### Task material
*** Block opens ***
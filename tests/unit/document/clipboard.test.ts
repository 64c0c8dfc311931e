import fc from 'fast-check'
import { describe, expect, test } from 'vitest'
import {
  copySelection,
  FRAGMENT_FORMAT,
  parseFragment,
  pasteFragment,
} from '@shared/document/clipboard'
import { emptyDiagram } from '@shared/document/model'
import { applyOperation, OperationError } from '@shared/document/operations'
import { diagramArb, expectSound } from './arbitraries'
import { sampleDiagram } from './sample'

describe('copySelection', () => {
  test('keeps the chosen nodes and only the pipes between two of them', () => {
    const fragment = copySelection(sampleDiagram(), ['J1', 'J2', 'F1', 'missing'])
    expect(fragment.format).toBe(FRAGMENT_FORMAT)
    expect(fragment.nodes.map((node) => node.id)).toEqual(['J1', 'J2', 'F1'])
    expect(fragment.pipes.map((pipe) => pipe.id)).toEqual(['P4', 'P5'])
  })
})

describe('pasteFragment', () => {
  test('adds copies with fresh ids, re-wired pipes and positions moved by (+40, +40)', () => {
    const doc = sampleDiagram()
    const result = pasteFragment(doc, copySelection(doc, ['J2', 'F1']))
    expect(result.nodeIds).toEqual(['J3', 'F2'])
    expect(result.pipeIds).toEqual(['P7'])
    const after = applyOperation(doc, result.op)
    expect(after.nodes.find((node) => node.id === 'F2')).toMatchObject({
      kind: 'fixture',
      fixture: 'lavatory',
      position: { x: 140, y: 440 },
      levelId: 'L2',
    })
    expect(after.pipes.at(-1)).toEqual({
      id: 'P7',
      from: 'J3',
      to: 'F2',
      system: 'cold',
      lengthM: 1.5,
    })
  })

  test('into another diagram, unknown levels are dropped instead of refusing the paste', () => {
    const source = sampleDiagram()
    const target = emptyDiagram('Block C')
    const { op } = pasteFragment(target, copySelection(source, ['J2', 'F1']), { x: 0, y: 0 })
    const after = applyOperation(target, op)
    expect(after.nodes.map((node) => node.levelId)).toEqual([undefined, undefined])
    expect(after.nodes.map((node) => node.id)).toEqual(['J1', 'F1'])
  })

  test.each([
    ['not a fragment', { nodes: [] }, /clipboard: format: /],
    [
      'a pipe to a node outside',
      {
        format: FRAGMENT_FORMAT,
        nodes: [],
        pipes: [{ id: 'P1', from: 'J1', to: 'J2', system: 'cold', lengthM: 1 }],
      },
      /pipe P1 connects J1, J2, which is not in the fragment/,
    ],
    [
      'a node twice',
      {
        format: FRAGMENT_FORMAT,
        nodes: [
          { id: 'J1', kind: 'junction' },
          { id: 'J1', kind: 'junction' },
        ],
        pipes: [],
      },
      /node J1 appears twice/,
    ],
  ])('refuses %s with a clear error', (_name, input, message) => {
    expect(() => parseFragment(input)).toThrow(OperationError)
    expect(() => parseFragment(input)).toThrow(message)
  })

  test('property: pasting any selection keeps the document valid, with no dangling pipes', () => {
    fc.assert(
      fc.property(diagramArb, fc.array(fc.boolean(), { maxLength: 12 }), (doc, picks) => {
        const chosen = doc.nodes.filter((_, i) => picks[i]).map((node) => node.id)
        const fragment = parseFragment(JSON.parse(JSON.stringify(copySelection(doc, chosen))))
        const { op, nodeIds } = pasteFragment(doc, fragment)
        const after = applyOperation(doc, op)
        expectSound(after)
        expect(after.nodes).toHaveLength(doc.nodes.length + chosen.length)
        expect(nodeIds.every((id) => !doc.nodes.some((node) => node.id === id))).toBe(true)
        // A second paste of the same fragment also fits.
        expectSound(applyOperation(after, pasteFragment(after, fragment).op))
      }),
      { numRuns: 200 },
    )
  })
})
*** Block closes ***
### Requirement
Every line with the word "system" in it should be copied from the listing above.

### Your solution
      system: 'cold',
        pipes: [{ id: 'P1', from: 'J1', to: 'J2', system: 'cold', lengthM: 1 }],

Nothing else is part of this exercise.